*YOUR OBJECTIVE*. Read through the entries below and copy each line where "activityList" turns up.
+ + +
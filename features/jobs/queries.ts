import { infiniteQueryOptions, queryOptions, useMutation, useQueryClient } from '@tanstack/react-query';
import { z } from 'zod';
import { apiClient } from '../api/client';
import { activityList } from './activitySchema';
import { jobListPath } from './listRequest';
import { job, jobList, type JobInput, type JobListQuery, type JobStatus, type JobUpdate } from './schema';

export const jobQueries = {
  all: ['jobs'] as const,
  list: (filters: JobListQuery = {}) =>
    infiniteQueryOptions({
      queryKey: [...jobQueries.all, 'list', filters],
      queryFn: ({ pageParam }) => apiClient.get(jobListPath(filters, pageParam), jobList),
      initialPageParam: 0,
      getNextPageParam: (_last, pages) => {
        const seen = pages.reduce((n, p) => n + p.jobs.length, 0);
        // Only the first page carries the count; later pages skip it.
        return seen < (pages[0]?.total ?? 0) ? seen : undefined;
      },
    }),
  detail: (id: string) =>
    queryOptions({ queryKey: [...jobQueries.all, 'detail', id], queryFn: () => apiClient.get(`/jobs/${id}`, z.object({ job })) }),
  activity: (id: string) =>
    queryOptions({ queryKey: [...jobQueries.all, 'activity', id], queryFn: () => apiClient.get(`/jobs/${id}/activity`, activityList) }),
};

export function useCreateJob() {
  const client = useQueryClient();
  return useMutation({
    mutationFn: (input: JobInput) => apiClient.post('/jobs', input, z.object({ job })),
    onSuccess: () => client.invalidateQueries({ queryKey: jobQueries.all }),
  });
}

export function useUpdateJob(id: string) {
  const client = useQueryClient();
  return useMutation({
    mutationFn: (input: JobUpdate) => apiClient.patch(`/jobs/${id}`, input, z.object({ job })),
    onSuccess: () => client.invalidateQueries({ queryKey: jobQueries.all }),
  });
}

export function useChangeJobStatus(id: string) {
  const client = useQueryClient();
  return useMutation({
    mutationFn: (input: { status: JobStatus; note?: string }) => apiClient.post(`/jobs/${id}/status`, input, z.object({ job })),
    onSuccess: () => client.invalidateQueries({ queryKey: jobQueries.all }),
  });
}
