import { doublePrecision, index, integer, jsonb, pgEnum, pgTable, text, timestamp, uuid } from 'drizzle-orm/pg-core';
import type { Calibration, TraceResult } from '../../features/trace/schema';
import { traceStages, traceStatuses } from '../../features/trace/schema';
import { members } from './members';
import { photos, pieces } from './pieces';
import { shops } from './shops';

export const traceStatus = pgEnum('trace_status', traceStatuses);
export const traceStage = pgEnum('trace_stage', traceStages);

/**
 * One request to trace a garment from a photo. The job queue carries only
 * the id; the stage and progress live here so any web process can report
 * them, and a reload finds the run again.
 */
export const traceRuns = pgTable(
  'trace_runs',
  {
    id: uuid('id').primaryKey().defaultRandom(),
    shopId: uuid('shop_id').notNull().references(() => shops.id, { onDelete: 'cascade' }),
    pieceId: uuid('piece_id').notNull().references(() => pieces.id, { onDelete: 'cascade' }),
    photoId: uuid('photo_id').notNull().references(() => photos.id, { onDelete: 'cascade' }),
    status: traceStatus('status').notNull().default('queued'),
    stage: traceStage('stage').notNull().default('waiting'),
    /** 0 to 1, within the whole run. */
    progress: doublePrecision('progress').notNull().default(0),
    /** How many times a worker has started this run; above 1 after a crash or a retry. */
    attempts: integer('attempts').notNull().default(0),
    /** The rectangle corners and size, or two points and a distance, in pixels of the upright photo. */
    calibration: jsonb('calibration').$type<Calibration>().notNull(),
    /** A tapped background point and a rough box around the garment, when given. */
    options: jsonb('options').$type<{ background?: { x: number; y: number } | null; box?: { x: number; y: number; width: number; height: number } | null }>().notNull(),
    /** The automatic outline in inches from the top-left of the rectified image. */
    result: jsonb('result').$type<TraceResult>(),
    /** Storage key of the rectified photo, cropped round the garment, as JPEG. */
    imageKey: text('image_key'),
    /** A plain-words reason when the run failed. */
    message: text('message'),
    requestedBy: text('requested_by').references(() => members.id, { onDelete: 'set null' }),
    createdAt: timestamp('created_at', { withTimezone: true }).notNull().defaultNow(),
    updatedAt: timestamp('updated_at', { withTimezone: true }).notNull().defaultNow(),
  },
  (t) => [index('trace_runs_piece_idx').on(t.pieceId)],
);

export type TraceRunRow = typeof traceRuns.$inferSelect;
+ + +
*WRITTEN RESPONSE*.
import { activityList } from './activitySchema';
    queryOptions({ queryKey: [...jobQueries.all, 'activity', id], queryFn: () => apiClient.get(`/jobs/${id}/activity`, activityList) }),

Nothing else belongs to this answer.